The type of Aikido that Ueshiba was teaching at the time of that letter (if indeed he was teaching Aikido and not Daito ryu or his version of said Aiki-budo  could possibly fit with Tomiki's motives and playing on the Admirals views and militaristic leanings  (ok we not going to get into the lineage claims)but Daito ryu was (and is) viewed as traditional (Koryu) and as has been mentioned Japan was turning ever more militaristic, I don't know gearing up for WWII necessarily but they certainly were gearing up for the Manchuria campaign. If he was trying to promote himself (in typical roundabout Japanese way) to be appointed as the head of some school or to get the Admiral to get him "in" to teach at the military schools is a fair point as he was due to leave the military (as he points out) I think he actually spent the War in Manchuria and did teach the military there but maybe he was angling for a return to the homeland. 
Ueshiba did teach the military (I am sure there is a photo of him posing at one of the Military academies, it might have been the naval one) and I was told that the book Budo that Tomiki refers to was actually given to Military students. Ueshiba did even give a demo for the imperial family (the Uke were Yukawa and none other than Shioda Gozo)  

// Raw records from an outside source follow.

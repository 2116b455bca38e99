import { clsx } from 'clsx';
import { useId, useState, type FormEvent } from 'react';
import { saveModifiedSoundingInputSchema, type SaveModifiedSoundingInput } from '../../../../shared/contracts/soundings';
import type { Units } from '../../../../shared/contracts/users';
import type { SoundingLevel } from '../../../../shared/sounding';
import { describeDeltas } from './describe-deltas';
import { fromDisplayTemperature, temperatureUnitLabel, toDisplayTemperature } from './format';
import { PARCEL_LABELS, STANDARD_PARCELS } from './parcels';
import { parcelStartOptions, whatIfProblem, type WhatIfChange, type WhatIfResult } from './what-if';

export interface WhatIfEditorProps {
  /** The original (observed or modelled) levels. */
  levels: readonly SoundingLevel[];
  /** The current change (from useWhatIf). */
  change: WhatIfChange;
  /** Merge a partial change. */
  onChange: (partial: WhatIfChange) => void;
  onReset: () => void;
  /** Analyses of the original and of the modified sounding (from useWhatIf). */
  original: WhatIfResult;
  modified: WhatIfResult;
  units: Units;
  /** Save as a named modified sounding; the page sends it to POST /api/soundings/:soundingId/modified. */
  onSave?: (input: SaveModifiedSoundingInput) => void | Promise<unknown>;
  className?: string;
}

type Field = 'temperature' | 'dewpoint';
const inputClass =
  'block w-full rounded-md border border-line-strong bg-panel px-2.5 py-1.5 text-sm text-ink tabular-nums aria-[invalid=true]:border-danger';
const round1 = (value: number): number => Math.round(value * 10) / 10;

/** Change the surface temperature and dewpoint or the parcel start level; see the effect at once. */
export function WhatIfEditor({ levels, change, onChange, onReset, original, modified, units, onSave, className }: WhatIfEditorProps) {
  const id = useId();
  const surface = levels[0];
  const [drafts, setDrafts] = useState<Record<Field, string | null>>({ temperature: null, dewpoint: null });
  const [problem, setProblem] = useState<string | null>(null);
  const unitLabel = temperatureUnitLabel[units.temperature];

  if (!surface) return null;
  const temperatureC = change.surfaceTemperatureC ?? surface.temperatureC;
  const dewpointC = change.surfaceDewpointC ?? surface.dewpointC;
  const shown = (field: Field): string => {
    const draft = drafts[field];
    if (draft !== null) return draft;
    const value = field === 'temperature' ? temperatureC : dewpointC;
    return value === null ? '' : String(round1(toDisplayTemperature(value, units.temperature)));
  };

  const edit = (field: Field, text: string) => {
    setDrafts((old) => ({ ...old, [field]: text }));
    const number = Number(text);
    if (text.trim() === '' || !Number.isFinite(number)) {
      setProblem(`Enter the surface ${field} as a number in ${unitLabel}.`);
      return;
    }
    const valueC = fromDisplayTemperature(number, units.temperature);
    const next: WhatIfChange = field === 'temperature' ? { surfaceTemperatureC: valueC } : { surfaceDewpointC: valueC };
    const trouble = whatIfProblem(levels, { ...change, ...next });
    setProblem(trouble);
    if (!trouble) onChange(next);
  };

  const finishEditing = () => {
    setDrafts({ temperature: null, dewpoint: null });
    setProblem(null);
  };

  const startOptions = parcelStartOptions(levels);
  const parcelRows = [
    ...STANDARD_PARCELS.map((key) => ({ label: PARCEL_LABELS[key].long, before: original.analysis[key], after: modified.analysis[key] })),
    ...(original.chosenParcel && modified.chosenParcel
      ? [{ label: `From ${Math.round(modified.chosenParcel.parcelPressure)} hPa`, before: original.chosenParcel, after: modified.chosenParcel }]
      : []),
  ];
  const surfaceChanged = change.surfaceTemperatureC !== undefined || change.surfaceDewpointC !== undefined;

  return (
    <section className={clsx('space-y-3', className)} aria-labelledby={`${id}-title`}>
      <div className="flex items-center justify-between gap-2">
        <h3 id={`${id}-title`} className="text-sm font-semibold text-ink">
          What if…
        </h3>
        <button
          type="button"
          onClick={() => {
            finishEditing();
            onReset();
          }}
          className="h-7 rounded-md border border-line-strong bg-panel px-2.5 text-[13px] font-medium text-ink hover:bg-sunken"
        >
          Reset
        </button>
      </div>
      <div className="grid grid-cols-2 gap-3">
        {(['temperature', 'dewpoint'] as const).map((field) => (
          <div key={field}>
            <label htmlFor={`${id}-${field}`} className="mb-1 block text-[13px] font-medium text-ink">
              Surface {field} ({unitLabel})
            </label>
            <input
              id={`${id}-${field}`}
              type="number"
              step={0.5}
              inputMode="decimal"
              className={inputClass}
              value={shown(field)}
              onChange={(event) => edit(field, event.target.value)}
              onBlur={finishEditing}
              aria-invalid={problem && drafts[field] !== null ? true : undefined}
              aria-describedby={problem ? `${id}-problem` : undefined}
            />
          </div>
        ))}
      </div>
      {problem ? (
        <p id={`${id}-problem`} role="alert" className="text-[13px] font-medium text-danger">
          {problem}
        </p>
      ) : (
        <p className="text-[12px] text-ink-muted">Or drag the surface points on the diagram.</p>
      )}
      <div>
        <label htmlFor={`${id}-start`} className="mb-1 block text-[13px] font-medium text-ink">
          Lift a parcel from
        </label>
        <select
          id={`${id}-start`}
          className={inputClass}
          value={change.parcelStartPressureHpa === undefined ? '' : String(change.parcelStartPressureHpa)}
          onChange={(event) => onChange({ parcelStartPressureHpa: event.target.value === '' ? undefined : Number(event.target.value) })}
        >
          <option value="">Standard parcels only (SB, ML, MU)</option>
          {startOptions.map((pressure, index) => (
            <option key={pressure} value={String(pressure)}>
              {pressure} hPa{index === 0 ? ' (surface)' : ''}
            </option>
          ))}
        </select>
      </div>

      <div aria-live="polite">
        <h4 className="mb-1 text-[12px] font-semibold tracking-wide text-ink-muted uppercase">Against the original</h4>
        {surfaceChanged ? (
          <ul className="space-y-1 text-[13px] tabular-nums">
            {parcelRows.map((row) => {
              const delta = describeDeltas(row.before, row.after, units);
              return (
                <li key={row.label} title={delta.sentence}>
                  <span className="font-medium text-ink">{row.label}:</span> <span className={delta.changed ? 'text-ink' : 'text-ink-muted'}>{delta.text}</span>
                  <span className="sr-only"> ({delta.sentence})</span>
                </li>
              );
            })}
          </ul>
        ) : (
          <p className="text-[13px] text-ink-muted">No change yet: the sounding is as observed.</p>
        )}
      </div>

      {onSave ? <SaveForm change={change} onSave={onSave} /> : null}
    </section>
  );
}

function SaveForm({ change, onSave }: { change: WhatIfChange; onSave: (input: SaveModifiedSoundingInput) => void | Promise<unknown> }) {
  const id = useId();
  const [name, setName] = useState('');
  const [note, setNote] = useState('');
  const [errors, setErrors] = useState<{ name?: string; note?: string; form?: string }>({});
  const [status, setStatus] = useState<'idle' | 'saving' | 'saved'>('idle');

  const submit = async (event: FormEvent) => {
    event.preventDefault();
    const nothingChanged =
      change.surfaceTemperatureC === undefined && change.surfaceDewpointC === undefined && change.parcelStartPressureHpa === undefined;
    if (nothingChanged) {
      setErrors({ form: 'Change the surface values or choose a parcel level first: there is nothing to save yet.' });
      return;
    }
    const parsed = saveModifiedSoundingInputSchema.safeParse({
      name,
      note,
      ...(change.surfaceTemperatureC !== undefined ? { surfaceTemperatureC: round1(change.surfaceTemperatureC) } : {}),
      ...(change.surfaceDewpointC !== undefined ? { surfaceDewpointC: round1(change.surfaceDewpointC) } : {}),
      ...(change.parcelStartPressureHpa !== undefined ? { parcelStartPressureHpa: change.parcelStartPressureHpa } : {}),
    });
    if (!parsed.success) {
      const next: { name?: string; note?: string; form?: string } = {};
      for (const issue of parsed.error.issues) {
        const field = issue.path[0];
        if (field === 'name' || field === 'note') next[field] ??= issue.message;
        else next.form ??= issue.message;
      }
      setErrors(next);
      return;
    }
    setErrors({});
    setStatus('saving');
    try {
      await onSave(parsed.data);
      setStatus('saved');
    } catch {
      setStatus('idle');
      setErrors({ form: 'The modified sounding could not be saved. Check your connection and try again.' });
    }
  };

  return (
    <form onSubmit={(event) => void submit(event)} className="space-y-2 border-t border-line pt-3" aria-labelledby={`${id}-title`} noValidate>
      <h4 id={`${id}-title`} className="text-[12px] font-semibold tracking-wide text-ink-muted uppercase">
        Save as modified sounding
      </h4>
      <div>
        <label htmlFor={`${id}-name`} className="mb-1 block text-[13px] font-medium text-ink">
          Name
        </label>
        <input
          id={`${id}-name`}
          className={inputClass}
          value={name}
          maxLength={80}
          onChange={(event) => {
            setName(event.target.value);
            setStatus('idle');
          }}
          aria-invalid={errors.name ? true : undefined}
          aria-describedby={errors.name ? `${id}-name-error` : undefined}
        />
        {errors.name ? (
          <p id={`${id}-name-error`} className="mt-1 text-[13px] font-medium text-danger">
            {errors.name}
          </p>
        ) : null}
      </div>
      <div>
        <label htmlFor={`${id}-note`} className="mb-1 block text-[13px] font-medium text-ink">
          Note
        </label>
        <textarea
          id={`${id}-note`}
          className={clsx(inputClass, 'min-h-16')}
          value={note}
          maxLength={500}
          onChange={(event) => setNote(event.target.value)}
          aria-invalid={errors.note ? true : undefined}
        />
        {errors.note ? <p className="mt-1 text-[13px] font-medium text-danger">{errors.note}</p> : null}
      </div>
      {errors.form ? (
        <p role="alert" className="text-[13px] font-medium text-danger">
          {errors.form}
        </p>
      ) : null}
      <div className="flex items-center gap-3">
        <button
          type="submit"
          disabled={status === 'saving'}
          aria-busy={status === 'saving' || undefined}
          className="h-8 rounded-md bg-accent px-3 text-[13px] font-medium text-white hover:bg-accent-strong disabled:opacity-60"
        >
          Save as modified sounding
        </button>
        <span role="status" className="text-[13px] text-ok">
          {status === 'saved' ? 'Saved. The original is unchanged.' : ''}
        </span>
      </div>
    </form>
  );
}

I personally think that Tomiki was trying to get to the Admiral, as he knew the Admiral had massive influence. Tomiki to me was very gifted but ambitious and the reading of that letter to me only confirms that thought. He was in my view showing his ambitions which later would cause a schism in the Aikido world and from Ueshiba and the Aikikai.

Oomoto hmmmm yes that is controversial to say the least and it did seriously affect the course Aikido took post War in Ueshiba's teachings and in his thoughts especially the pacifism side post war, which in a way is contrary to his teachings and who he taught pre war etc. You may already know that Ueshiba landed in the jail and was sentenced to death at one point as he did accompany Onisaburo as his bodygaurd to Mongolia and they basically got in the Sh*T and they got let go and to me the Admiral I personally think would have had a hand in that somewhere. There is still an Oomoto ceremony performed every year at the Aiki shrine and I have seen an interview where they say the family is still Oomoto but they never say that openly.

A very interesting letter indeed


----------